As a thought experiment, this got me thinking what would a solution just using .NET core look like? Obviously I don't have all the details but I think you can do all of those things in .NET (with the exception of the embedded stuff probably).
* Bluetooth and maps libraries are available for Xamarin, [1] [2]
* Control server could be written in C# using the .NET core worker template [3] and deployed as a SystemD service and then the SDK deployed as a package to enable local development.
* Cloud bridge deployed as a service or website using raw sockets, SignalR or Azure IOT hub (depending on requirements).
You'd end up with 2 languages instead of 5 and I suspect you'd be able to factor some code out into libraries as well...
> * Bluetooth and maps libraries are available for Xamarin, [1] [2]
I don’t have lots of direct experience with these in particular. I have played with the BLE shim libraries provided for Dart, React-Nativ, and Cordova back in the day. All were maybe ok for single characteristic rare interaction. But as you go up in connection frequency, characteristic count, or update frequency, things degrade in robustness quickly. I spent a solid couple of weeks getting our Kotlin/Android version up to being able to handle 1000 reconnects without hanging the chip. BLE is hard.
Given that even with the native map stuff, we had to jump through some “clever” hoops to get the kind of map overlay feedback we were looking for and at tolerable update speed, I remain skeptical that yet another abstraction layer wasn’t going to be an additional hindrance.
> * Control server could be written in C# using the .NET core worker template [3] and deployed as a SystemD service and then the SDK deployed as a package to enable local development.
We have limited flash space. It’s too small to accommodate the gcc toolchain. If/when we want to do that, we used a mounted sd card to accommodate the space needed for doing hosted development. It’s pretty cumbersome compared to having Python right there. I would guess that if gcc wasn’t much of an option, c# was going to run into similar issues.

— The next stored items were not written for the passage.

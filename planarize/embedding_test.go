package planarize

import (
	"math/rand/v2"
	"slices"
	"testing"

	"github.com/gridwood/gridwood/internal/graphgen"
)

// faceOf returns the darts of the face on the left of d, in FaceNext order.
func faceOf(emb *Embedding, d int32) []int32 {
	face := []int32{d}
	for x := emb.FaceNext(d); x != d; x = emb.FaceNext(x) {
		face = append(face, x)
		if len(face) > 2*emb.M() {
			return nil // not a permutation; the checker reports why
		}
	}
	return face
}

// TestAddEdgeByHand builds a quadrilateral with a diagonal dart by dart.
// Expected face counts follow from Euler's formula F = E - V + 2 for a
// connected plane graph (SOURCES.md): a tree has 1 face, a 4-cycle 2, and
// a 4-cycle with a diagonal 3.
func TestAddEdgeByHand(t *testing.T) {
	emb := NewEmbedding(4)
	var edges [][2]int32
	add := func(a, b, u, v int32) int {
		i := emb.AddEdge(a, b, u, v)
		if a >= 0 {
			u = emb.Tail(a)
		}
		if b >= 0 {
			v = emb.Tail(b)
		}
		edges = append(edges, [2]int32{u, v})
		if i != len(edges)-1 {
			t.Fatalf("AddEdge returned index %d, want %d", i, len(edges)-1)
		}
		if err := checkEmbedding(4, edges, emb); err != nil {
			t.Fatalf("after edge %d: %v", i, err)
		}
		return i
	}
	if emb.Faces() != 4 || emb.Components() != 4 {
		t.Fatalf("4 isolated vertices: %d faces, %d components, want 4 and 4", emb.Faces(), emb.Components())
	}
	add(-1, -1, 0, 1) // darts 0: 0->1, 1: 1->0
	add(1, -1, 0, 2)  // darts 2: 1->2, 3: 2->1
	add(3, -1, 0, 3)  // darts 4: 2->3, 5: 3->2
	if emb.Faces() != 1 {
		t.Fatalf("path 0-1-2-3: %d faces, want 1", emb.Faces())
	}
	add(5, 0, 0, 0) // closes the cycle 3 -> 0: darts 6: 3->0, 7: 0->3
	if emb.Faces() != 2 {
		t.Fatalf("4-cycle: %d faces, want 2", emb.Faces())
	}
	// A diagonal 0-2 through the face on the left of dart 0 (0->1).
	a := int32(0)
	var b int32 = -1
	for _, x := range faceOf(emb, a) {
		if emb.Tail(x) == 2 {
			b = x
		}
	}
	if b < 0 {
		t.Fatal("vertex 2 is not on the face of dart 0 in a 4-cycle")
	}
	i := add(a, b, 0, 0)
	if emb.Faces() != 3 {
		t.Fatalf("4-cycle with a diagonal: %d faces, want 3", emb.Faces())
	}
	// AddEdge documents: one face holds a and the new dart v->u, the other
	// the new dart u->v and b.
	uv, vu := int32(2*i), int32(2*i+1)
	if !slices.Contains(faceOf(emb, a), vu) {
		t.Errorf("face of a = %v lacks the new dart v->u %d", faceOf(emb, a), vu)
	}
	if !slices.Contains(faceOf(emb, uv), b) {
		t.Errorf("face of the new dart u->v = %v lacks b = %d", faceOf(emb, uv), b)
	}
	if f := faceOf(emb, a); len(f) != 3 {
		t.Errorf("the diagonal should leave two triangles, face of a has %d darts", len(f))
	}
}

// TestAddEdgeSplitsFaces adds random chords inside faces of embedded planar
// graphs. Each chord between two corners of one face keeps the embedding
// plane and adds exactly one face (Euler: E grows by one, V and C stay).
func TestAddEdgeSplitsFaces(t *testing.T) {
	var c embChecker
	for seed := range uint64(20) {
		g := graphgen.RandomPlanar(60, 0.4, seed)
		if seed%4 == 0 {
			g = graphgen.RandomTree(60, seed)
		}
		base, ok := Embed(g.N, g.Edges)
		if !ok {
			t.Fatalf("%s: not planar", g.Name)
		}
		emb := base.Clone()
		edges := append([][2]int32(nil), g.Edges...)
		rng := rand.New(rand.NewPCG(seed, 3))
		for range 40 {
			if emb.M() == 0 {
				break
			}
			a := int32(rng.IntN(2 * emb.M()))
			face := faceOf(emb, a)
			var b int32 = -1
			for _, x := range face {
				if emb.Tail(x) != emb.Tail(a) && !adjacent(edges, emb.Tail(a), emb.Tail(x)) {
					b = x
					break
				}
			}
			if b < 0 {
				continue
			}
			before := emb.Faces()
			emb.AddEdge(a, b, -1, -1)
			edges = append(edges, [2]int32{emb.Tail(a), emb.Tail(b)})
			if err := c.check(g.N, edges, emb); err != nil {
				t.Fatalf("%s: after a chord: %v", g.Name, err)
			}
			if emb.Faces() != before+1 {
				t.Fatalf("%s: chord gave %d faces, want %d", g.Name, emb.Faces(), before+1)
			}
		}
		// Clone is independent: the original is untouched.
		if err := c.check(g.N, g.Edges, base); err != nil {
			t.Errorf("%s: AddEdge on a clone changed the original: %v", g.Name, err)
		}
	}
}

func adjacent(edges [][2]int32, u, v int32) bool {
	for _, e := range edges {
		if e == [2]int32{u, v} || e == [2]int32{v, u} {
			return true
		}
	}
	return false
}

// TestEmbedKeepsOwnEdges checks that an embedding returned by Embed does
// not share storage with the caller's edge slice: Embed documents that
// edge i of the result is edges[i], and an Embedding is later extended
// with AddEdge, so a caller reusing its slice must not change the
// embedding, and AddEdge must not write into the caller's array (common
// practice for Go APIs that do not document retention).
func TestEmbedKeepsOwnEdges(t *testing.T) {
	edges := make([][2]int32, 3, 8) // spare capacity, as after appends
	copy(edges, [][2]int32{{0, 1}, {1, 2}, {2, 0}})
	emb, ok := Embed(4, edges)
	if !ok {
		t.Fatal("triangle not planar")
	}
	emb.AddEdge(emb.First(0), -1, -1, 3)
	if emb.Edge(3) != [2]int32{0, 3} {
		t.Fatalf("AddEdge gave edge %v, want [0 3]", emb.Edge(3))
	}
	if spare := edges[:4]; spare[3] != [2]int32{} {
		t.Errorf("AddEdge on the result of Embed wrote %v into the caller's edge array", spare[3])
	}
	edges = append(edges, [2]int32{1, 3})
	edges[0] = [2]int32{2, 1}
	if emb.Edge(3) != [2]int32{0, 3} || emb.Edge(0) != [2]int32{0, 1} {
		t.Errorf("the caller reusing its slice changed the embedding: edges 0 and 3 are now %v and %v", emb.Edge(0), emb.Edge(3))
	}
}
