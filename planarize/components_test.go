package planarize

import (
	"fmt"
	"math/rand/v2"
	"slices"
	"testing"

	"github.com/gridwood/gridwood/internal/graphgen"
	"github.com/gridwood/gridwood/internal/order"
)

// TestComponentsMatchUnionFind compares ComponentLabels and Components, on
// the interval path (depth-first numbering) and on the search path
// (scattered numbering), with the test's own union-find.
func TestComponentsMatchUnionFind(t *testing.T) {
	check := func(name string, n int, edges [][2]int32, wantInterval bool) {
		t.Helper()
		simple, _ := Simplify(n, edges)
		emb, ok := Embed(n, simple)
		if !ok {
			t.Fatalf("%s: not planar", name)
		}
		if _, _, got := emb.intervalLabels(); got != wantInterval {
			t.Errorf("%s: interval path taken = %v, want %v", name, got, wantInterval)
		}
		comp, members := emb.ComponentLabels()
		label, want := graphgen.Components(n, simple)
		if len(members) != len(want) {
			t.Fatalf("%s: %d components, want %d", name, len(members), len(want))
		}
		for c := range want {
			if !slices.Equal(members[c], want[c]) {
				t.Fatalf("%s: component %d is %v, want %v", name, c, members[c], want[c])
			}
		}
		if got := emb.Components(); got != len(want) {
			t.Fatalf("%s: Components() = %d, want %d", name, got, len(want))
		}
		for v := range n {
			if int(comp[v]) != label[v] {
				t.Fatalf("%s: vertex %d in component %d, want %d", name, v, comp[v], label[v])
			}
		}
	}
	// Two interleaved paths: every stretch no edge leaves is the whole
	// range, but it is not connected.
	check("interleaved", 4, [][2]int32{{0, 2}, {1, 3}}, false)
	check("isolated", 3, nil, true)
	for seed := range uint64(20) {
		var edges [][2]int32
		n := 0
		for part := range 4 {
			g := graphgen.RandomPlanar(30+10*part, 0.5, seed*4+uint64(part))
			for _, e := range g.Edges {
				edges = append(edges, [2]int32{e[0] + int32(n), e[1] + int32(n)})
			}
			n += g.N
		}
		perm := rand.New(rand.NewPCG(seed, 1)).Perm(n)
		scattered := make([][2]int32, len(edges))
		for i, e := range edges {
			scattered[i] = [2]int32{int32(perm[e[0]]), int32(perm[e[1]])}
		}
		check(fmt.Sprintf("scattered-%d", seed), n, scattered, false)
		_, renumbered, _ := order.DepthFirst(n, scattered)
		check(fmt.Sprintf("renumbered-%d", seed), n, renumbered, true)
	}
}
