// packRows places boxes in rows no wider than about the square root of
// their total area (or the widest box): each box takes W+pad by H+pad,
// boxes in a row and rows sit sep apart, and areaSep of that separation
// counts toward the area. Grid boxes (pack) hold W+1 points a side and
// keep one free step between them; boxes in points (packSpaced) keep the
// gap.
func packRows(boxes []Component, pad, sep, areaSep int64) {
	if len(boxes) == 0 {
		return
	}
	var area, widest int64
	for _, b := range boxes {
		area += (b.W + pad + areaSep) * (b.H + pad + areaSep)
		widest = max(widest, b.W+pad)
	}
	limit := max(widest, isqrt(area))
	var x, y, rowH int64
	for i := range boxes {
		b := &boxes[i]
		if x > 0 && x+b.W+pad > limit {
			y += rowH + pad + sep
			x, rowH = 0, 0
		}
		b.X0, b.Y0 = x, y
		x += b.W + pad + sep
		rowH = max(rowH, b.H)
	}
}

func isqrt(a int64) int64 {
	r := int64(math.Sqrt(float64(a)))
	for r*r > a {
		r--
	}
	for (r+1)*(r+1) <= a {
		r++
	}
	return r
}

// chooseOuterFaces picks, per component, a dart of the face to be the
// outer one: a largest face, the first found in dart order on ties, or
// when outer is given, a largest face holding all of those vertices in
// their component. -1 leaves a component's choice open.
func chooseOuterFaces(emb *planarize.Embedding, comp []int32, members [][]int32, full []bool, outer []int32) ([]int32, error) {
	ncomp := len(members)
	chosen := make([]int32, ncomp)
	size := make([]int, ncomp)
	for c := range chosen {
		chosen[c] = -1
	}
	need := -1
	mark := make([]int32, emb.N())
	if len(outer) > 0 {
		need = int(comp[outer[0]])
		for _, v := range outer {
			if int(comp[v]) != need {
				return nil, ErrOuter
			}
			mark[v] = -1 // -1: wanted, not yet seen in this face
		}
	}
	// A triangulation's faces are all triangles: any will do, unless the
	// outer vertices must be found on one (its darts are marked seen).
	seen := make([]bool, 2*emb.M())
	for c, vs := range members {
		if !full[c] || int(c) == need || len(vs) < 3 {
			continue
		}
		chosen[c] = emb.First(vs[0])
		for _, v := range vs {
			d := emb.First(v)
			for range emb.Degree(v) {
				seen[d] = true
				d = emb.Next(d)
			}
		}
	}
	faceID := int32(0)
	distinct := countDistinct(outer)
	for d0 := int32(0); int(d0) < len(seen); d0++ {
		if seen[d0] {
			continue
		}
		faceID++
		k, hits := 0, 0
		for d := d0; !seen[d]; d = emb.FaceNext(d) {
			seen[d] = true
			k++
			if v := emb.Tail(d); need >= 0 && mark[v] != 0 && mark[v] != faceID {
				mark[v] = faceID
				hits++
			}
		}
		c := comp[emb.Tail(d0)]
		if int(c) == need && hits < distinct {
			continue
		}
		if k > size[c] {
			size[c], chosen[c] = k, d0
		}
	}
	if need >= 0 && chosen[need] < 0 {
		return nil, ErrOuter
	}
	return chosen, nil
}

func countDistinct(vs []int32) int {
	s := append([]int32(nil), vs...)
	slices.Sort(s)
	return len(slices.Compact(s))
}

// edgesByComponent lists the first m edges of emb per component, as pairs of positions within the
// component's vertex list (see layout's index).
// Components too big to compact get no list.
func edgesByComponent(emb *planarize.Embedding, comp []int32, members [][]int32, m int) [][]int32 {
	out := make([][]int32, len(members))
	for e := range m {
		c := comp[emb.Edge(e)[0]]
		if len(members[c]) <= spacing.ReadableLimit {
			out[c] = append(out[c], int32(e))
		}
	}
	return out
}

// compactComponent compacts one component in place (coordinates relative
// to its box) and returns its new extent.
func compactComponent(emb *planarize.Embedding, d *Drawing, vs []int32, index []int32, edgeIDs []int32) (int64, int64) {
	x := make([]int64, len(vs))
	y := make([]int64, len(vs))
	for i, v := range vs {
		x[i], y[i] = d.X[v], d.Y[v]
	}
	pairs := make([][2]int32, len(edgeIDs))
	for i, e := range edgeIDs {
		ends := emb.Edge(int(e))
		pairs[i] = [2]int32{index[ends[0]], index[ends[1]]}
	}
	w, h := compact(x, y, pairs)
	for i, v := range vs {
		d.X[v], d.Y[v] = x[i], y[i]
	}
	return w, h
}
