/// Replace the first stand-in rectangle by an `<image>` with the same box.
fn replace_raster_mark(svg: &str, uri: &str) -> Option<String> {
    let fill = format!(
        "fill=\"#{:02X}{:02X}{:02X}\"",
        RASTER_MARK.0, RASTER_MARK.1, RASTER_MARK.2
    );
    let at = svg.find(&fill)?;
    let start = svg[..at].rfind("<rect")?;
    let end = at + svg[at..].find("/>")? + 2;
    let tag = &svg[start..end];
    let attr = |name: &str| -> Option<String> {
        let key = format!(" {name}=\"");
        let i = tag.find(&key)? + key.len();
        let j = tag[i..].find('"')? + i;
        Some(tag[i..j].to_string())
    };
    let image = format!(
        "<image x=\"{}\" y=\"{}\" width=\"{}\" height=\"{}\" preserveAspectRatio=\"none\" \
         style=\"image-rendering:pixelated;image-rendering:crisp-edges\" href=\"{uri}\"/>",
        attr("x")?,
        attr("y")?,
        attr("width")?,
        attr("height")?
    );
    Some(format!("{}{}{}", &svg[..start], image, &svg[end..]))
}

/// Text style of tick labels.
pub(crate) fn tick_font() -> TextStyle<'static> {
    (FONT, TICK_SIZE).into_font().color(&INK)
}

/// Text style of axis descriptions.
pub(crate) fn desc_font() -> TextStyle<'static> {
    (FONT, DESC_SIZE).into_font().color(&INK)
}

/// Text style of titles.
pub(crate) fn title_font() -> TextStyle<'static> {
    (FONT, TITLE_SIZE).into_font().color(&INK)
}

/// A legend entry's mark.
#[derive(Clone, Copy, Debug)]
pub(crate) enum Mark {
    /// A line segment (solid or dashed).
    Line(RGBColor, bool),
    /// A filled box with an opacity.
    Block(RGBColor, f64),
    /// A diagonal cross, the mark of a point drawn on top of a line.
    Cross(RGBColor),
}
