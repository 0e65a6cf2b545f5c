//! The `qheat` command: a thin layer over the library.

fn main() -> std::process::ExitCode {
    qheat::cli::run()
}
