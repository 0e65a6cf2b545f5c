//! The uniform energy grid E_k = E_min + k ΔE.
//!
//! Every integral over energy is the plain sum Σ_k g(E_k) ΔE (no end
//! weights): with this rule the phonon in/out exchange conserves particles
//! and energy exactly on the grid, because emission from E_k to E_k−n lands
//! on a grid point and is counted with the same weight as the absorption
//! that mirrors it.

/// A uniform energy grid.
#[derive(Clone, Debug, PartialEq, serde::Serialize, serde::Deserialize)]
pub struct EnergyGrid {
    /// First energy (eV).
    pub min_ev: f64,
    /// Step ΔE (eV).
    pub step_ev: f64,
    /// Number of points.
    pub count: usize,
}

impl EnergyGrid {
    /// A grid from `min_ev` with `count` points spaced `step_ev`.
    pub fn new(min_ev: f64, step_ev: f64, count: usize) -> Self {
        Self {
            min_ev,
            step_ev,
            count,
        }
    }

    /// A grid that covers [min_ev, max_ev] with step `step_ev` (the last
    /// point is the first one at or above `max_ev`).
    pub fn covering(min_ev: f64, max_ev: f64, step_ev: f64) -> Self {
        let count = ((max_ev - min_ev) / step_ev).ceil().max(0.0) as usize + 1;
        Self::new(min_ev, step_ev, count)
    }

    /// Energy of point k (eV).
    #[inline]
    pub fn energy(&self, k: usize) -> f64 {
        self.min_ev + k as f64 * self.step_ev
    }

    /// Last energy (eV).
    pub fn max_ev(&self) -> f64 {
        self.energy(self.count.saturating_sub(1))
    }

    /// All energies.
    pub fn energies(&self) -> Vec<f64> {
        (0..self.count).map(|k| self.energy(k)).collect()
    }

    /// Number of grid steps nearest to `energy_ev` (for snapping phonon
    /// energies); at least 1.
    pub fn steps_for(&self, energy_ev: f64) -> usize {
        ((energy_ev / self.step_ev).round() as usize).max(1)
    }

    /// The plain-sum integral Σ_k g_k ΔE.
    pub fn integrate(&self, values: impl IntoIterator<Item = f64>) -> f64 {
        values.into_iter().sum::<f64>() * self.step_ev
    }
}
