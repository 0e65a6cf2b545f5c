//! The resolved transport problem handed to the solver: a device, two
//! contacts, the scattering inside and the energy grid. Built from a case
//! file by [`crate::case`], or directly in code.

use crate::device::Device;
use crate::grid::EnergyGrid;
use crate::leads::{DecimationParams, Lead};
use crate::scattering::Scattering;

/// A contact: a lead model with its Fermi level and temperature.
#[derive(Clone, Debug)]
pub struct Contact {
    /// Lead model.
    pub lead: Lead,
    /// Fermi level µ_α (eV), bias included.
    pub fermi_level_ev: f64,
    /// Temperature T_α (K).
    pub temperature_k: f64,
}

impl Contact {
    /// Fermi function of this contact at E (eV).
    pub fn occupation(&self, energy_ev: f64) -> f64 {
        crate::units::fermi(energy_ev, self.fermi_level_ev, self.temperature_k)
    }
}

/// Everything the solver needs for one operating point.
#[derive(Clone, Debug)]
pub struct Problem {
    /// Device Hamiltonian.
    pub device: Device,
    /// Contact 1 (left).
    pub left: Contact,
    /// Contact 2 (right).
    pub right: Contact,
    /// Scattering inside the device.
    pub scattering: Scattering,
    /// Energy grid.
    pub grid: EnergyGrid,
    /// Spin degeneracy g_s (2 unless spin is explicit in the orbitals).
    pub spin_degeneracy: f64,
    /// Lead decimation settings.
    pub decimation: DecimationParams,
}

impl Problem {
    /// Orbital sites N·b.
    pub fn sites(&self) -> usize {
        self.device.cells() * self.device.orbitals
    }

    /// Applied voltage V = V1 − V2 = −(µ1 − µ2)/e (V).
    pub fn voltage_v(&self) -> f64 {
        -(self.left.fermi_level_ev - self.right.fermi_level_ev)
    }
}
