/// Keys shown first, in this order; others follow alphabetically.
const ORDER: [&str; 34] = [
    "voltage_v",
    "current_a",
    "conductance_s",
    "electrical_power_w",
    "heat_current_left_w",
    "heat_current_right_w",
    "lattice_power_w",
    "lattice_power_phonon_side_w",
    "energy_current_left_w",
    "energy_current_right_w",
    "current_left_a",
    "current_right_a",
    "contact_drop_left_v",
    "interior_drop_v",
    "contact_drop_right_v",
    "fermi_level_left_ev",
    "fermi_level_right_ev",
    "temperature_left_k",
    "temperature_right_k",
    "worst_relative",
    "charge_a",
    "charge_scale_a",
    "charge_relative",
    "lattice_w",
    "lattice_relative",
    "leads_lattice_w",
    "leads_lattice_relative",
    "power_scale_w",
    "heat_w",
    "heat_relative",
    "energy_w",
    "energy_relative",
    "conductance_s",
    "seebeck_v_per_k",
];

fn ordered(obj: &Map<String, Value>) -> Vec<(&String, &Value)> {
    let mut v: Vec<_> = obj.iter().collect();
    v.sort_by_key(|(k, _)| {
        (
            ORDER.iter().position(|o| o == k).unwrap_or(ORDER.len()),
            k.to_string(),
        )
    });
    v
}

/// A reader's name for well-known keys.
fn known_name(key: &str) -> Option<&'static str> {
    Some(match key {
        "voltage_v" => "applied voltage V",
        "current_a" => "current I",
        "current_left_a" => "current from the left contact I₁",
        "current_right_a" => "current from the right contact I₂",
        "energy_current_left_w" => "energy current from the left contact",
        "energy_current_right_w" => "energy current from the right contact",
        "heat_current_left_w" => "heat current out of the left contact",
        "heat_current_right_w" => "heat current out of the right contact",
        "lattice_power_w" => "lattice power, all cells (electron side ΣP_i)",
        "lattice_power_phonon_side_w" => "lattice power, all modes (phonon side ΣP_m)",
        "electrical_power_w" => "electrical power I·V",
        "conductance_s" => "conductance G = I/V",
        "contact_drop_left_v" => "Fermi-level drop into the left contact",
        "interior_drop_v" => "Fermi-level drop across the device",
        "contact_drop_right_v" => "Fermi-level drop into the right contact",
        "charge_a" => "charge residual I₁ + I₂",
        "charge_scale_a" => "charge scale max(|I₁|, current floor)",
        "charge_relative" => "charge residual, relative",
        "energy_w" => "energy identity J_E1 + J_E2 − ΣP_i",
        "energy_relative" => "energy identity, relative",
        "lattice_w" => "lattice residual ΣP_m − ΣP_i",
        "lattice_relative" => "lattice residual, relative",
        "leads_lattice_w" => "leads vs lattice residual J_E1 + J_E2 − ΣP_m",
        "leads_lattice_relative" => "leads vs lattice residual, relative",
        "power_scale_w" => "power scale of the lattice residuals",
        "worst_relative" => "worst relative residual (physics entries)",
        "heat_w" => "heat residual ΣP − (I·V + J_Q1 + J_Q2)",
        "heat_relative" => "heat residual, relative",
        "seebeck_v_per_k" => "Seebeck coefficient S",
        "peltier_v" => "Peltier coefficient Π",
        "thermal_conductance_w_per_k" => "electronic thermal conductance κe",
        "lorenz_ratio" => "Lorenz ratio κe/(G T L₀)",
        "power_factor_w_per_k2" => "power factor S²G",
        "zt" => "figure of merit ZT",
        "kelvin_residual" => "Kelvin (Onsager) residual",
        "phonon_conductance_w_per_k" => "phonon thermal conductance κph",
        "phonon_conductance_source" => "source of κph (lattice, given or none)",
        "fermi_level_left_ev" => "left lead Fermi level µ₁",
        "fermi_level_right_ev" => "right lead Fermi level µ₂",
        "temperature_left_k" => "left lead temperature",
        "temperature_right_k" => "right lead temperature",
        _ => return None,
    })
}
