//! The resolved transport problem handed to the solver: a device, two
//! contacts, any contacts attached along the channel, the scattering inside
//! and the energy grid. Built from a case file by [`crate::case`], or
//! directly in code.

use crate::device::Device;
use crate::grid::EnergyGrid;
use crate::leads::{DecimationParams, Lead};
use crate::scattering::Scattering;

/// A contact: a lead model with its Fermi level and temperature.
#[derive(Clone, Debug)]
pub struct Contact {
    /// Lead model.
    pub lead: Lead,
    /// Fermi level µ_α (eV), bias included.
    pub fermi_level_ev: f64,
    /// Temperature T_α (K).
    pub temperature_k: f64,
}

impl Contact {
    /// Fermi function of this contact at E (eV).
    pub fn occupation(&self, energy_ev: f64) -> f64 {
        crate::units::fermi(energy_ev, self.fermi_level_ev, self.temperature_k)
    }
}

/// Everything the solver needs for one operating point.
#[derive(Clone, Debug)]
pub struct Problem {
    /// Device Hamiltonian.
    pub device: Device,
    /// Contact 1 (left).
    pub left: Contact,
    /// Contact 2 (right).
    pub right: Contact,
    /// Scattering inside the device.
    pub scattering: Scattering,
    /// Energy grid.
    pub grid: EnergyGrid,
    /// Spin degeneracy g_s (2 unless spin is explicit in the orbitals).
    pub spin_degeneracy: f64,
    /// Lead decimation settings.
    pub decimation: DecimationParams,
    /// Contacts attached along the channel (voltage and temperature
    /// probes, polarised contacts); empty for a two-terminal device.
    pub contacts: Vec<AttachedContact>,
}

/// How the level of an attached contact is set.
#[derive(Clone, Copy, Debug, PartialEq, Eq, serde::Serialize)]
#[serde(rename_all = "lowercase")]
pub enum ContactMode {
    /// Fermi level and temperature given.
    Fixed,
    /// A voltage probe: the temperature is given, the Fermi level is solved
    /// so that no particle current flows into the contact.
    Voltage,
    /// A temperature probe: Fermi level and temperature are solved so that
    /// neither particles nor heat flow into the contact.
    Temperature,
}

impl ContactMode {
    /// True for the probes, whose level the solver finds.
    pub fn is_floating(self) -> bool {
        self != ContactMode::Fixed
    }

    /// The mode's name as a case file writes it.
    pub fn name(self) -> &'static str {
        match self {
            ContactMode::Fixed => "fixed",
            ContactMode::Voltage => "voltage",
            ContactMode::Temperature => "temperature",
        }
    }
}

/// Spin polarisation of an attached contact (explicit spin only).
#[derive(Clone, Copy, Debug, PartialEq, serde::Serialize)]
pub struct Polarisation {
    /// Strength P, 0 ≤ P ≤ 1 (1: an ideal polariser).
    pub strength: f64,
    /// Unit vector n̂ of the majority spin (x, y, z); z is the spin axis of
    /// the orbitals ("up" = +z).
    pub direction: [f64; 3],
}

/// A wide-band contact attached to some cells along the channel.
///
/// On every orbital site of its cells it adds the broadening Γ = γ·1, so
/// Σ^r = −iΓ/2 and Σ^in = Γ f(E) with the contact's Fermi function. With
/// explicit spin (orbitals 0..b/2 of a cell spin up, b/2..b spin down,
/// orbital o paired with o + b/2) a polarised contact has on each pair the
/// 2 × 2 block Γ = γ (1 + P σ·n̂), σ the Pauli matrices with σ_z = diag(1, −1)
/// in the (up, down) order: P = 0 is the plain contact, P = 1 couples only
/// the spin along n̂ (with 2γ).
#[derive(Clone, Debug, PartialEq)]
pub struct AttachedContact {
    /// Name (for outputs and messages).
    pub name: String,
    /// Cells it touches (0-based, ascending, no repeats).
    pub cells: Vec<usize>,
    /// Coupling strength γ (eV).
    pub gamma_ev: f64,
    /// Fixed or floating.
    pub mode: ContactMode,
    /// Fermi level µ_p (eV): given for a fixed contact; for a probe the
    /// starting guess before a solve and the solved value in
    /// [`crate::scba::Solution::problem`].
    pub fermi_level_ev: f64,
    /// Temperature T_p (K): given unless the contact is a temperature
    /// probe; solved as µ_p is otherwise.
    pub temperature_k: f64,
    /// Spin polarisation, `None` for an unpolarised contact.
    pub polarisation: Option<Polarisation>,
}

impl AttachedContact {
    /// Fermi function of this contact at E (eV).
    pub fn occupation(&self, energy_ev: f64) -> f64 {
        crate::units::fermi(energy_ev, self.fermi_level_ev, self.temperature_k)
    }
}

impl Problem {
    /// Orbital sites N·b.
    pub fn sites(&self) -> usize {
        self.device.cells() * self.device.orbitals
    }

    /// Applied voltage V = V1 − V2 = −(µ1 − µ2)/e (V).
    pub fn voltage_v(&self) -> f64 {
        -(self.left.fermi_level_ev - self.right.fermi_level_ev)
    }

    /// True when some attached contact is a probe (its level is solved).
    pub fn has_floating_contacts(&self) -> bool {
        self.contacts.iter().any(|c| c.mode.is_floating())
    }
}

> * Cloud bridge deployed as a service or website using raw sockets, SignalR or Azure IOT hub (depending on requirements).
My choice to use Elixir here would be the most arguable. The nature of how we do MQTT communications securely (uniquely secured by each connection path) dictates either a single threaded many-socket mqtt client (we’d have to do this from scratch) or just use lots of threads, one per client connection. It is not uncommon to have 20,000 threads active in our current solution. Based on some peers comments, that would be a lot. But at that point, I guess we’d pursue the many clients on less threads approach. Which could have been in whatever. I really just wanted an excuse to take Elixir for a spin, and this was an area it could/did shine.
Very interesting - thanks! It's an interesting exercise thinking through some of the constraints and some of the engineering tradeoffs. Out of interest, how much development is actually done on device vs being done on another system and then loaded onto the SD card?
It's a diaeresis symbol rather than an umlaut, used (infrequently) to show that it's pronounced co-or rather than coor. Quite archaic, unless you're the New York Times, who use it as part of their house style, but not wrong!